#### Problem
Beneath this line is the data. Output exactly the lines from the line with "OffFit map[string]bool" to the line with "if !(*br.New >= lo", both ends included, and nothing more.
*** Source information Section Begins ***
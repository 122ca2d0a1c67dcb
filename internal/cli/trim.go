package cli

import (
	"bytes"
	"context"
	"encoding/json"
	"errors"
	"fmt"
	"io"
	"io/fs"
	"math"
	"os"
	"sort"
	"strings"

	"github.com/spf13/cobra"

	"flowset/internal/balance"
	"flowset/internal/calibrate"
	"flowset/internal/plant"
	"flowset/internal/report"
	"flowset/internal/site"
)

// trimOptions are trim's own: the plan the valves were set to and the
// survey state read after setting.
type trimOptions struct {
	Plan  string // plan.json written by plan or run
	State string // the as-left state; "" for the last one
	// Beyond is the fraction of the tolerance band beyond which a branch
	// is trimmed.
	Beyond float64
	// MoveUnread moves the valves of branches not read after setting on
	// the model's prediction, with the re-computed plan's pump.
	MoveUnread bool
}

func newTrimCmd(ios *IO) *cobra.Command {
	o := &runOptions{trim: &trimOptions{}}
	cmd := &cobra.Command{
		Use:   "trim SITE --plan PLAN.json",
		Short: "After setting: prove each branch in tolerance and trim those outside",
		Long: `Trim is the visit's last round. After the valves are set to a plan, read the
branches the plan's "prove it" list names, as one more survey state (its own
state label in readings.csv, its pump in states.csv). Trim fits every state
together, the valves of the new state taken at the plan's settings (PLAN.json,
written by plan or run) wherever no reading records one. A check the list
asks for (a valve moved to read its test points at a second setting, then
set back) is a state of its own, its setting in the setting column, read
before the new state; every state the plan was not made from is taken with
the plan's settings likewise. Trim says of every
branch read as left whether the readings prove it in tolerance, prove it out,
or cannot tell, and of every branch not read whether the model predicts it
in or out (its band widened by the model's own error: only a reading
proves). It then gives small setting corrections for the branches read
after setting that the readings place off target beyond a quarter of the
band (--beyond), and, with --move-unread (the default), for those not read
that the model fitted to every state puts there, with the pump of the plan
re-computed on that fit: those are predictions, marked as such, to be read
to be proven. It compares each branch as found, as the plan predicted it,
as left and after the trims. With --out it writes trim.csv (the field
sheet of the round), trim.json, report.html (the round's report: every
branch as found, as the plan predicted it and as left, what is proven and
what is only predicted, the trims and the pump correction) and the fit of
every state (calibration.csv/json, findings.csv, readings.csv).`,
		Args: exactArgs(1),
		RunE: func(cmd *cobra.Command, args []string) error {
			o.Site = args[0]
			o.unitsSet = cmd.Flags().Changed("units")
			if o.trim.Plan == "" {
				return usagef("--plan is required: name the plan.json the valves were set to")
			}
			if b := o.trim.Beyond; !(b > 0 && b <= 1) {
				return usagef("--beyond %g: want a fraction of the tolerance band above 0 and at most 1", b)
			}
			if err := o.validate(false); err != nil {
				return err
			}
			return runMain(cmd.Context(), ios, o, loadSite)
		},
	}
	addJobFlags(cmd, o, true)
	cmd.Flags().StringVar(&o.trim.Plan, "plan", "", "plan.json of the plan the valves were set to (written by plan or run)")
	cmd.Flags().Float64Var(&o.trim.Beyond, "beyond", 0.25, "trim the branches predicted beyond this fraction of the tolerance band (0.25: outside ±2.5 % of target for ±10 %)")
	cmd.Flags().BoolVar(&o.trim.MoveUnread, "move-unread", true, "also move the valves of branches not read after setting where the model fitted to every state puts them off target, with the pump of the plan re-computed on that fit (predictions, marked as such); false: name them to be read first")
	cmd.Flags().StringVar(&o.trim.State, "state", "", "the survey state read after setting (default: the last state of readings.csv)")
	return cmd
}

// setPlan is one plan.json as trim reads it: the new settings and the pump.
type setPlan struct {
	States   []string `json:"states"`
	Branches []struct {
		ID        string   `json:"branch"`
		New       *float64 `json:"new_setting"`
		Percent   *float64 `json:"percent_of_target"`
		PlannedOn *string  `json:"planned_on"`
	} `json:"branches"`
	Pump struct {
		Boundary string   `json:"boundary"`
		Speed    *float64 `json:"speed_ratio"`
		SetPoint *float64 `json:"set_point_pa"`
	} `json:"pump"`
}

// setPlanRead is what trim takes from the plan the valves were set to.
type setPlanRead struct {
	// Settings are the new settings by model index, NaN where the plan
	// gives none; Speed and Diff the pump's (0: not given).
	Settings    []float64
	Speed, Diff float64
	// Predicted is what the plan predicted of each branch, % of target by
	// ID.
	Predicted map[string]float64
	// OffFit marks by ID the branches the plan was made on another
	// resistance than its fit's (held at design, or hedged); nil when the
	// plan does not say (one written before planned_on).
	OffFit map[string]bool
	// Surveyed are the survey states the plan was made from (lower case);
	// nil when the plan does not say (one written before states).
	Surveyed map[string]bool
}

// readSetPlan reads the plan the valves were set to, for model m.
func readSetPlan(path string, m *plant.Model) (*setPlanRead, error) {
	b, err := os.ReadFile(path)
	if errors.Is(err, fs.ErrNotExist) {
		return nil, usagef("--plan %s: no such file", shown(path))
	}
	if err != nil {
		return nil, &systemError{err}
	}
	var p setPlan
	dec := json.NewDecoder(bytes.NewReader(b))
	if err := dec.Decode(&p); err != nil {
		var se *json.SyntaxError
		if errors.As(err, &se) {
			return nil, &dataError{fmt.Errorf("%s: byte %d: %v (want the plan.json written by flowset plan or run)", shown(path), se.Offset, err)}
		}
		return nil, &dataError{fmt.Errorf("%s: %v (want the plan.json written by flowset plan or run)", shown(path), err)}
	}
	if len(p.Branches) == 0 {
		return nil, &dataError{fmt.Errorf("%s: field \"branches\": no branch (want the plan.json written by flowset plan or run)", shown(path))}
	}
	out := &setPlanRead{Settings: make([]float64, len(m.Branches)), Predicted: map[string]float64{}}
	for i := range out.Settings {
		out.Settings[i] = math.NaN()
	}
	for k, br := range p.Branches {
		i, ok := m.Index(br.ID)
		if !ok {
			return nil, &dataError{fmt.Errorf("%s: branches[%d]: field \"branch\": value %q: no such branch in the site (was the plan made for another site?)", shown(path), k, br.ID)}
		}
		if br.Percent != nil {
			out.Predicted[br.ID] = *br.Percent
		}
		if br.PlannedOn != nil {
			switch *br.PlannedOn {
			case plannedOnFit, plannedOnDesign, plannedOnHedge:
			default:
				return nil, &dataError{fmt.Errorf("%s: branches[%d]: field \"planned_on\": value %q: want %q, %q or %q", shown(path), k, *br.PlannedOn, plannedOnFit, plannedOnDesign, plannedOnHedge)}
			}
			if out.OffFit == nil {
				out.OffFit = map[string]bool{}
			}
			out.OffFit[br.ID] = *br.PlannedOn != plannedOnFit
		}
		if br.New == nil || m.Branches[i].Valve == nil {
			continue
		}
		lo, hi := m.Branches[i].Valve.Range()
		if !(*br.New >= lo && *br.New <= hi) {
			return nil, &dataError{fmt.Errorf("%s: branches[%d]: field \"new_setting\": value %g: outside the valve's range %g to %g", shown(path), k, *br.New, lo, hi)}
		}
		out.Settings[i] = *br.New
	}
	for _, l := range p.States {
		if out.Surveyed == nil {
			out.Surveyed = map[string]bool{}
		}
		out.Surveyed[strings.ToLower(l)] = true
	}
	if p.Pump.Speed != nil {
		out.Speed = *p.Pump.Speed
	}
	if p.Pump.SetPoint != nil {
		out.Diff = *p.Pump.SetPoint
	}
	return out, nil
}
*** Source information Section Ends ***
#### The answer
	OffFit map[string]bool
	// Surveyed are the survey states the plan was made from (lower case);
	// nil when the plan does not say (one written before states).
	Surveyed map[string]bool
}

// readSetPlan reads the plan the valves were set to, for model m.
func readSetPlan(path string, m *plant.Model) (*setPlanRead, error) {
	b, err := os.ReadFile(path)
	if errors.Is(err, fs.ErrNotExist) {
		return nil, usagef("--plan %s: no such file", shown(path))
	}
	if err != nil {
		return nil, &systemError{err}
	}
	var p setPlan
	dec := json.NewDecoder(bytes.NewReader(b))
	if err := dec.Decode(&p); err != nil {
		var se *json.SyntaxError
		if errors.As(err, &se) {
			return nil, &dataError{fmt.Errorf("%s: byte %d: %v (want the plan.json written by flowset plan or run)", shown(path), se.Offset, err)}
		}
		return nil, &dataError{fmt.Errorf("%s: %v (want the plan.json written by flowset plan or run)", shown(path), err)}
	}
	if len(p.Branches) == 0 {
		return nil, &dataError{fmt.Errorf("%s: field \"branches\": no branch (want the plan.json written by flowset plan or run)", shown(path))}
	}
	out := &setPlanRead{Settings: make([]float64, len(m.Branches)), Predicted: map[string]float64{}}
	for i := range out.Settings {
		out.Settings[i] = math.NaN()
	}
	for k, br := range p.Branches {
		i, ok := m.Index(br.ID)
		if !ok {
			return nil, &dataError{fmt.Errorf("%s: branches[%d]: field \"branch\": value %q: no such branch in the site (was the plan made for another site?)", shown(path), k, br.ID)}
		}
		if br.Percent != nil {
			out.Predicted[br.ID] = *br.Percent
		}
		if br.PlannedOn != nil {
			switch *br.PlannedOn {
			case plannedOnFit, plannedOnDesign, plannedOnHedge:
			default:
				return nil, &dataError{fmt.Errorf("%s: branches[%d]: field \"planned_on\": value %q: want %q, %q or %q", shown(path), k, *br.PlannedOn, plannedOnFit, plannedOnDesign, plannedOnHedge)}
			}
			if out.OffFit == nil {
				out.OffFit = map[string]bool{}
			}
			out.OffFit[br.ID] = *br.PlannedOn != plannedOnFit
		}
		if br.New == nil || m.Branches[i].Valve == nil {
			continue
		}
		lo, hi := m.Branches[i].Valve.Range()
		if !(*br.New >= lo && *br.New <= hi) {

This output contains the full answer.